Почувствовав прилив энергии, Г заспешил к машине. Вокруг ни души. Он приоткрывает багажник. Ромул пошевелился. Пес по-прежнему под воздействием лекарства, но раненая лапа подобрана, и у Г потеплело на сердце. «Еще три часа – и мы дома». Это было сказано вслух и прозвучало как вызов.
А вот и лес. Воздух, врывающийся в открытое окно, пропитан лесным духом, палыми листьями, грибами, – все ли запахи и ароматы вернут жизнь и радость несчастному псу, так постыдно покалеченному? Г тоже хочет стать овчаркой и научиться у Ромула тому, к чему всегда относился с презрением и чего не умеет себе объяснить: ощущению радости жизни. Надо только попытать счастья. Он целиком отдается пьянящему чувству стремительного скольжения по знакомым дорогам. Ему хотелось бы, чтобы Ромул сидел рядом, как пассажир, чтобы приобщить и его… «Видишь вон там, за поворотом, кучу сваленных деревьев… Там сворачивают к речке Негоже. Негожа – вовсе не значит негожая. Напротив, это замечательная речка! Посмотришь, какая тут плотва!» Г смеется. «Я уж не говорю о зайцах! Ах дружище! Ну и раздолье здесь для тебя! Вот мы и приехали. Маленький, низенький домик! Он наш, старина. Ты у себя дома».
Глава 5
Фермочка представляет собой низкий длинный дом из бретонского камня с козырьком шиферной крыши над входом. Общий вид суровый, несмотря на плющ, покрывающий часть стен и удачно обрамляющий окна двух мансард. На мгновение забыв о собаке, Г торопливо обходит жилище со всех сторон. Ставни не тронуты. Двери в том виде, как он их оставил. Здесь нет грабителей. Единственные недруги – солнце, съедающее краску, ржавчина, подтачивающая дверные петли и замки, дождь, неутомимо стучащий по шиферу, упрямо отыскивающий щель, чтобы просочиться.
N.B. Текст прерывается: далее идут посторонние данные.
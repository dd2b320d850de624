package server

import (
	"context"
	"net/http"
	"strings"
	"testing"

	"tripwell/static/chromium"
	"tripwell/store"
)

// correctLast corrects the newest test of the site.
func (r *rig) correctLast() (entry string) {
	r.t.Helper()
	list := r.entries()
	entry = list[len(list)-1].ID
	r.append(store.Draft{Kind: "entry.corrected", Log: r.site, Subject: entry, Body: set{"entry": entry, "reason": "Said too much", "readings": entryBody(5)["readings"]}})
	return entry
}

func (r *rig) seal(entry, reason string) {
	r.t.Helper()
	_, err := r.store.Seal(context.Background(), ownerScope, entry, reason)
	must(r.t, err)
}

// TestSeal_ThePhoneThatMadeItDropsItsCopyToo seals a test after the phone that made it has sent it with its photo.
func TestSeal_ThePhoneThatMadeItDropsItsCopyToo(t *testing.T) {
	chromium.Need(t)
	r := newRig(t, 4)
	p := openHandheld(t, r.url)
	p.signIn(r, r.crew)
	p.ready()
	p.visit("/field#/device/" + r.devices[0])
	p.Tap("a", "Button test")
	p.testNext(chromium.Shot(t, 3))
	p.sendAll()
	if len(p.tray()) != 1 || len(p.photos()) != 1 {
		t.Fatalf("the phone keeps %v and %v", p.tray(), p.photos())
	}
	r.seal(r.correctLast(), "A face in the photo")
	p.Reload() // the exchange runs when the client starts
	eventually(t, "nothing of it on the phone", func() bool { return len(p.tray()) == 0 && len(p.photos()) == 0 })
}

func TestSeal_PagesSayWhyByWhomAndWhen(t *testing.T) {
	r := newRig(t, 3)
	r.append(store.Draft{Kind: "entry.made", Log: r.site, Subject: r.devices[0], Body: entryBody(5)})
	entry := r.entries()[0].ID
	b := r.signIn(r.manager)
	if page := r.open(b, "/records/"+entry+"/seal"); !strings.Contains(page.body, "Correct this test first") || strings.Contains(page.body, "tripwell seal") {
		t.Errorf("a test nobody corrected: %d %s", page.status, page.body)
	}
	r.correctLast()
	if page := r.open(b, "/records/"+entry+"/seal"); !strings.Contains(page.body, "tripwell seal "+entry) {
		t.Errorf("corrected: %s", page.body)
	}
	r.seal(entry, "The note named a tenant")
	for _, path := range []string{"/entries/" + entry, "/devices/" + r.devices[0], "/records/" + entry + "/seal"} {
		if page := r.open(b, path); !strings.Contains(page.body, "The note named a tenant") || !strings.Contains(page.body, "the owner of the store") {
			t.Errorf("%s does not say why and by whom: %d %s", path, page.status, page.body)
		}
	}
	if raw := r.open(b, "/records/"+entry).body; !strings.HasPrefix(raw, `{"sealed":"`) || strings.Contains(raw, "readings") {
		t.Errorf("the record reads %s", raw)
	}
	if page := r.open(r.signIn(r.crew), "/records/"+entry+"/seal"); page.status != http.StatusForbidden {
		t.Errorf("crew: got %d, want 403", page.status)
	}
}

// What somebody said of a defect is sealed too, and its line stays with why.
func TestSeal_OfADefect(t *testing.T) {
	r := newRig(t, 1)
	opened := newID()
	r.append(store.Draft{ID: opened, Kind: "defect.opened", Log: r.site, Subject: newID(), Body: set{"device": r.devices[0], "text": "Quillfeather keeps a heater on it", "severity": "repair"}})
	r.seal(opened, "It named a tenant")
	var id string
	must(t, r.store.View(ownerScope, func(v *store.View) error {
		list, err := v.Defects(store.DefectAsk{Device: r.devices[0]})
		if err == nil && len(list) == 1 {
			id = list[0].ID
		}
		return err
	}))
	if page := r.open(r.signIn(r.manager), "/defects/"+id); page.status != http.StatusOK || !strings.Contains(page.body, "It named a tenant") || strings.Contains(page.body, "Quillfeather") {
		t.Errorf("%d %s", page.status, page.body)
	}
}
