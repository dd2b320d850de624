package server

import (
	"net/http"
	"net/url"
	"strings"

	"github.com/labstack/echo/v4"

	"tripwell/forms"
	"tripwell/store"
)

// personPage is what managers of all sites see of one person: what they have, where they are signed in, which phones send for
// them, and what they opened and took.
type personPage struct {
	Frame
	Crumbs            []link
	Heading, Under    string
	Said              string
	Facts             []fact
	Edit, Link, Code  string // addresses; Link and Code are "" where the person may not sign in
	End, Remove       string // addresses; Remove once the access has ended
	Sessions          []sessionShown
	EndSessions       string
	Phones            []phoneLink
	Uses              []useShown
	UsesNone, Rescued string
}

// phoneLink is a phone with the way to take it off.
type phoneLink struct {
	phoneShown
	Href string
}

type useShown struct{ At, Text string }

// usesShown is how many lines of what was opened and taken a page shows.
const usesShown = 100

func personHref(id string) string { return "/people/" + url.PathEscape(id) }

func (s *Server) personShow(c echo.Context) error {
	p, err := s.personOf(c)
	if err != nil {
		return err
	}
	sites, err := s.sitesOf(c)
	if err != nil {
		return err
	}
	k := s.ink()
	view := personPage{Frame: s.frame(c, p.Name, "people"), Crumbs: []link{{Href: "/people", Text: k.say("office.person.title")}}, Heading: p.Name,
		Under: k.named("office.role", p.Role), Edit: personHref(p.ID) + "/edit", Facts: s.personFacts(p, sites), UsesNone: k.say("office.person.uses_none")}
	if p.Active {
		view.Link, view.Code, view.End = personHref(p.ID)+"/link", personHref(p.ID)+"/code", personHref(p.ID)+"/end"
	} else {
		view.Remove = personHref(p.ID) + "/remove"
	}
	switch said := c.QueryParam("said"); said {
	case "phone", "sessions", "ended":
		view.Said = k.named("office.person.said", said)
	}
	if view.Sessions, err = s.sessionsShown(p.ID, ""); err != nil {
		return err
	}
	if len(view.Sessions) > 0 {
		view.EndSessions = personHref(p.ID) + "/sessions"
	}
	phones, err := s.phonesShown(p.ID, personHref(p.ID)+"/phones/")
	if err != nil {
		return err
	}
	for _, one := range phones {
		view.Phones = append(view.Phones, phoneLink{one, one.Action})
	}
	if view.Uses, err = s.usesOf(c, p, sites); err != nil {
		return err
	}
	return s.page(c, http.StatusOK, "person.html", view)
}

// personFacts are the lines about a person, those that say nothing left out.
func (s *Server) personFacts(p store.Person, sites []store.Site) (out []fact) {
	k := s.ink()
	add := func(key, text string) {
		if text != "" {
			out = append(out, fact{Name: k.say("office.person." + key), Value: text})
		}
	}
	add("status", k.say("office.person.active"))
	if !p.Active {
		out[0].Value = k.say("office.person.ended")
	}
	add("sites", s.siteNames(p, sites))
	if p.Period != nil {
		add("period", k.say("office.person.period_text", "from", k.day(p.Period.From), "to", k.day(p.Period.To)))
	}
	if p.Until != nil {
		add("until", k.day(*p.Until))
	}
	add("contact", p.Contact)
	add("licence", s.licenceWords(p))
	add("may", s.mayWords(p))
	return out
}

// licenceWords gives a licence with its end, and says where it has run out.
func (s *Server) licenceWords(p store.Person) string {
	k := s.ink()
	switch {
	case p.Licence == "" || p.LicenceUntil == nil:
		return p.Licence
	case *p.LicenceUntil < forms.DayOf(s.store.Now()):
		return k.say("office.person.licence_out", "licence", p.Licence, "day", k.day(*p.LicenceUntil))
	}
	return k.say("office.person.licence_to", "licence", p.Licence, "day", k.day(*p.LicenceUntil))
}

// mayWords says what a person is qualified for, "" where nobody said.
func (s *Server) mayWords(p store.Person) string {
	k := s.ink()
	var list []string
	for _, may := range p.May {
		list = append(list, k.named("office.may", may))
	}
	return strings.Join(list, ", ")
}

func (s *Server) mayOptions() (out []option) {
	for _, may := range store.Qualifications() {
		out = append(out, option{Value: may, Text: s.ink().named("office.may", may)})
	}
	return out
}

// untilWords says when an access ends, and what of the tests it covers.
func (s *Server) untilWords(p store.Person) string {
	k := s.ink()
	var parts []string
	if p.Period != nil {
		parts = append(parts, k.say("office.person.period_text", "from", k.day(p.Period.From), "to", k.day(p.Period.To)))
	}
	if p.Until != nil {
		parts = append(parts, k.say("access.only_until", "day", k.day(*p.Until)))
	}
	return strings.Join(parts, "; ")
}

func (s *Server) usesOf(c echo.Context, p store.Person, sites []store.Site) (out []useShown, err error) {
	k := s.ink()
	names := map[string]string{}
	for _, site := range sites {
		names[site.ID] = site.Name
	}
	var uses []store.Used
	err = s.store.View(scope(c), func(v *store.View) error {
		uses, err = v.Uses(p.ID, usesShown)
		return err
	})
	for _, u := range uses {
		what := k.say("office.used." + u.Kind)
		if u.Kind != "signed.in" {
			what = k.say("office.used."+u.Kind, "what", k.named("office.used.thing", u.What))
		}
		if name := names[u.Site]; name != "" {
			what += ", " + name
		}
		if u.From != "" || u.To != "" {
			what += ", " + k.say("office.used.period", "from", u.From, "to", u.To)
		}
		out = append(out, useShown{k.at(u.At, s.store.Now().Location()), what})
	}
	return out, err
}
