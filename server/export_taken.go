package server

import (
	"context"
	"io"

	"github.com/labstack/echo/v4"

	"tripwell/export"
	"tripwell/forms"
	"tripwell/store"
)

const (
	workbookKind = "application/vnd.openxmlformats-officedocument.spreadsheetml.sheet"
	pdfKind      = "application/pdf"
)

// exportTaken writes down that something leaves the house, before it leaves.
func (s *Server) exportTaken(ctx context.Context, by, what, site string, from, to forms.Day) error {
	body := map[string]any{"what": what, "site": site, "from": from.String(), "to": to.String()}
	_, err := s.store.Append(ctx, store.Draft{Kind: "export.taken", Log: "office", Subject: by, By: by, Body: body})
	return err
}

// sendWorkbook sends the workbook of a scope; the office page and the owner's face send the same one.
func (s *Server) sendWorkbook(c echo.Context, sc store.Scope, by string) error {
	from, err := dayParam(c, "from")
	if err != nil {
		return err
	}
	to, err := dayParam(c, "to")
	if err != nil {
		return err
	}
	if from != forms.NoDay && to != forms.NoDay && to < from {
		return refuse(codeInvalid, "to", "The period ends before it begins. Swap its two days.")
	}
	site, name, err := s.siteAsked(sc, c.QueryParam("site"))
	if err != nil {
		return err
	}
	if err := s.exportTaken(c.Request().Context(), by, "workbook", site, from, to); err != nil {
		return err
	}
	return s.download(c, workbookKind, "tripwell-"+name+".xlsx", func(w io.Writer) error {
		return export.WorkbookOf(w, s.store, sc, export.WorkbookAsk{Site: site, From: from, To: to})
	})
}

// siteAsked resolves an optional site, so that a wrong one is told before anything is written down: its id, and its code
// for the file's name ("all" without a site).
func (s *Server) siteAsked(sc store.Scope, idOrCode string) (id, name string, err error) {
	if idOrCode == "" {
		return "", "all", nil
	}
	err = s.store.View(sc, func(v *store.View) error {
		site, err := v.Site(idOrCode)
		id, name = site.ID, site.Code
		return err
	})
	return id, name, err
}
Но у Г есть все необходимое для ремонта. Он счел бы для себя позором обратиться к столяру в Генруе. И в перерывах между заданиями сам ухаживает за маленьким садиком. Сам подрезает самшитовую изгородь. Руки у него искусные, особенно когда свободны от других занятий. Закончив осмотр, Г шарит по карманам в поисках плоского ключика от замка. Бесшумно открывает дверь – привычка к осторожности усвоена им с детства: напиваясь, отец набрасывался на всех подряд. На ощупь пересекает темные комнаты, распахивает ставни. Столовая обставлена в незатейливом бретонском стиле и украшена кемперским фаянсом; одно из таких украшений – голова рыбака – возвышается посреди стола. Дружелюбный взгляд по сторонам. Всё на своих местах. Возвращаясь домой, Г снова ощущал себя самим собой. Привычные движения не требуют особых усилий: включить счетчик, открыть ведущую из кухни в сад скрипучую дверь, и вот уже первый этаж заливает мягкий утренний свет. Мансарды Г осмотрит позже. Спит он наверху, под крышей, в узкой кровати-лодочке, купленной по случаю в Сен-Назере. Оживают воспоминания, наполняя ликованием его сердце, к тому же пес вынес путешествие, и теперь ему предстоит полюбить этот прекрасный дом, который должен стать для него своим. Только где его поместить? Временно на кухне, там не так жарко, и если он захочет выйти – ведь в конце концов начнет же он снова ходить, – ему надо будет сделать всего несколько шагов. В прихожей, где гравюру с изображением Мон-Сен-Мишеля обрамляют две вешалки, Г снимает старую меховую куртку, на редкость мягкую, и заботливо расстилает ее в лучшем углу – будь он овчаркой, он непременно расположился бы именно здесь – между высокими часами с маятником и маленьким столиком, куда ставится мытая посуда. Ладонью Г проверяет толщину меха. Годится. Остается принести раненого. Распахнув все двери, чтобы можно было пройти без помех, ибо руки у него будут заняты, Г направляется к машине и открывает багажник.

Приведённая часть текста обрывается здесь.